Сумерки ложились светлые, голоса доносились из деревни вроде и не людские, а птичьи. И ужас мой был, как у птицы, когда берут ее в ладонь, а она затихает, но сердце бьется часто-часто. Потом князь лежал на спине, глядя в темнеющее небо. Его рука тяжело откинулась мне на горло, мешая дышать, но я не шевельнулась. Он заставил меня подняться, поставил рядом со статуей, сравнивая, и не заметил в сумерках моего заплаканного лица, а лишь светящееся белизной тело. «Шутка природы», — сказал он наконец, сел на своего гнедого и уехал.
После в деревне говорили, что я утопилась, потому что была брюхата.
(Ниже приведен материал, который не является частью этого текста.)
// Public entry point of the bearing-estimation library (lib/doa).
// Media, tapers and beam patterns, array figures and bounds:
export * from './medium';
export * from './beam-pattern';
export * from './array-figures';
export * from './bounds';
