'use client';
import type { ColumnDef } from '@tanstack/react-table';
import { DataTable } from '@/components/ui/data-table';

type Row = { snapshot: number; values: { re: number; im: number }[] };

function fmt(re: number, im: number): string {
  const f = (v: number) => (Math.abs(v) >= 1e4 || (Math.abs(v) < 1e-3 && v !== 0) ? v.toExponential(3) : v.toFixed(4));
  return `${f(re)}${im < 0 || Object.is(im, -0) ? '−' : '+'}${f(Math.abs(im))}j`;
}

/** The first snapshots, one row each; sorting a channel column sorts by magnitude. */
export function PreviewTable({ re, im }: { re: number[][]; im: number[][] }) {
  const m = re[0]?.length ?? 0;
  const rows: Row[] = re.map((r, n) => ({ snapshot: n + 1, values: r.map((v, c) => ({ re: v, im: im[n][c] })) }));
  const columns: ColumnDef<Row, unknown>[] = [
    { accessorKey: 'snapshot', header: 'Snapshot' },
    ...Array.from({ length: m }, (_, c): ColumnDef<Row, unknown> => ({
      id: `e${c + 1}`,
      header: `Element ${c + 1}`,
      accessorFn: (r) => Math.hypot(r.values[c].re, r.values[c].im),
      cell: ({ row }) => (
        <span className="font-mono text-xs tabular">{fmt(row.original.values[c].re, row.original.values[c].im)}</span>
      ),
    })),
  ];
  return <DataTable data={rows} columns={columns} label="Snapshot preview" filterPlaceholder="Filter…" />;
}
И что за рабское рассуждение? Кто у нас из красивых девок и баб не бывал брюхат от наших князей? Господское семя, известно, въедливо… Нет, это тоска, тоска по светлым бешеным глазам его загнала меня в омут…
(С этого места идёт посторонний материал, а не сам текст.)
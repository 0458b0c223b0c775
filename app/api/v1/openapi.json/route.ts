import { handle } from '@/lib/api';
import { openApiDocument } from '@/lib/openapi';

export const dynamic = 'force-dynamic';

/** The OpenAPI 3.1 description of the v1 API; no authentication (CONVENTIONS §7). */
export const GET = handle(async () => Response.json(openApiDocument()));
Встретила меня, как и всех утонувших в тот год женщин, Великая Матерь. Нынешние уже не видят ее, она не является боле, собрав воедино великолепное, грозное свое тело. Но тогда мы еще видели ее воочию.
…Сколько времени продолжалось мое беспамятство с той минуты, когда задушили мой последний вздох тяжелые воды омута? Плыла во тьме обрывком мелодии, стона, без тела, без мыслей. А затем вдруг вылилась, застыла собой, единственной и неповторимой, и кто-то произнес: «Моя». И я, а со мной еще три, окунувшиеся в воды смерти, стали служить ей — Великой Матери. О! Служба эта была радостной и легкой! Что может быть легче, чем мелькнуть в перелеске голым смуглым плечом, рассыпать смех в осеннем березняке, чтобы важный господин замер как громом пораженный… Что может быть легче, чем ненастной «воробьиной» ночью зашептать что-то щекотно и горячо на ухо едущему в телеге мужику, чтоб он, перекрестившись неверной рукой, погнал к селу бедную кобылу, а дома вдруг неожиданно для себя притиснул в сенцах жену, словно в первый год после свадьбы… Что может быть легче, чем в каморке под чердаком лечь на постель к одинокому нищему человеку и войти в его сон так голо и нежно, что он проснется от своего стона… Всему в страсти обучила меня Великая. Я могла лепетать горячие слова, холодеть телом, как девственница, и вонять серой, словно дьяволица.
— Зачем? — спросила я однажды у нее, спросила после того, как юноша, к которому я пришла дважды, повесился.
— Чтобы поняли, — ответила она. — Юноша был слаб, сильный бы понял.
— Что понял? — вновь спросила я.
— Себя, — сказала Матерь, но я не поняла ответа.